Published by: Digital Schools
Making Friends with Trees 3 - ABC Science Friction Podcast
Like so many things in life, unless you are really looking, you just won’t see.
I can certainly attest to that.
I walk almost everyday along the banks of the Yarra, and I look, I mean really look for things, and still make new discoveries all the time. The biggest surprise in the last few months was the discovery of the peppermint gum trees I had been searching for – and couldn’t quite figure out which was what for months – and then it dawned on me, my tree, my girl, she is a peppermint gum.
And in only a week I know for sure three distinct species, and now have samples of them on my dinning table in front of me.
My Tree, is a Peppermint Gum-tree.
My tree is of no great stature; she is a shaggy silhouette that blends into the other native gums staggered along the reserve at the river bend. My girl is rough barked and red, a thin leafed peppermint gum with two bodies erupting from one trunk.
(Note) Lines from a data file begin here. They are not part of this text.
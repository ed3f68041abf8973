using MathNet.Numerics.Distributions;

namespace ShuntSweep.Analysis.Uncertainty;

/// <summary>A statement of conformity with a tolerance (ILAC-G8:09/2019 decision rules).</summary>
public enum ConformityVerdict
{
    /// <summary>Inside the acceptance zone.</summary>
    Pass,

    /// <summary>Inside the tolerance but within the guard band of its limit.</summary>
    ConditionalPass,

    /// <summary>Outside the tolerance but within the guard band beyond its limit.</summary>
    ConditionalFail,

    /// <summary>Outside the rejection limit.</summary>
    Fail,
}

/// <summary>The conformity of one measured error with a symmetric tolerance ±L, given its expanded uncertainty U.</summary>
/// <param name="ToleranceLimit">L, the half-width of the specification.</param>
/// <param name="ExpandedUncertainty">U at the stated coverage probability.</param>
/// <param name="SimpleAcceptance">Binary statement with the simple acceptance rule (guard band w = 0, shared risk).</param>
/// <param name="GuardBanded">Non-binary statement with guard band w = U.</param>
/// <param name="TestUncertaintyRatio">TUR = (2·L)/(2·U): tolerance span over the span of the expanded uncertainty.</param>
/// <param name="ProbabilityOfConformance">P(|true error| ≤ L) for a normal (or t) distribution about the measured error.</param>
public sealed record ConformityStatement(
    double ToleranceLimit,
    double ExpandedUncertainty,
    ConformityVerdict SimpleAcceptance,
    ConformityVerdict GuardBanded,
    double TestUncertaintyRatio,
    double ProbabilityOfConformance)
{
    /// <summary>Judges the measured <paramref name="error"/> against ±<paramref name="limit"/>.</summary>
    public static ConformityStatement Judge(double error, double limit, GumBudget budget)
    {
        ArgumentNullException.ThrowIfNull(budget);
        var u = budget.ExpandedUncertainty;
        var a = Math.Abs(error);
        var simple = a <= limit ? ConformityVerdict.Pass : ConformityVerdict.Fail;
        var guarded = a <= limit - u ? ConformityVerdict.Pass
            : a <= limit ? ConformityVerdict.ConditionalPass
            : a <= limit + u ? ConformityVerdict.ConditionalFail
            : ConformityVerdict.Fail;
        var tur = u > 0 ? limit / u : double.PositiveInfinity;
        var uc = budget.CombinedStandardUncertainty;
        double pc;
        if (uc > 0)
        {
            var nu = budget.EffectiveDegreesOfFreedom ?? double.PositiveInfinity;
            Func<double, double> cdf = double.IsFinite(nu) ? z => StudentT.CDF(0, 1, nu, z) : z => Normal.CDF(0, 1, z);
            pc = cdf((limit - error) / uc) - cdf((-limit - error) / uc);
        }
        else
        {
            pc = a <= limit ? 1 : 0;
        }

        return new ConformityStatement(limit, u, simple, guarded, tur, pc);
    }
}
Her hair dangles blue-green; today, her buds are starting to bloom, and soon she will burst into flower.
Why I love that tree, I can not say.
We met quite some time ago, and when I walk onto her property, I reach up to her branches, or her neighbour, shake hands with her limbs, breathe quietly in the air she breathes out, and we fall into sync.
These trees are unique. They are medicine and old; I do not know how old.
But I am sure we are aware of one another – and the tears I had when I came home to her after been gone more than two months were from a heartfelt place.
I missed my tree.
And I know she missed me too.
'If trees could talk … what do you think they'd say to us? And are we willing to listen?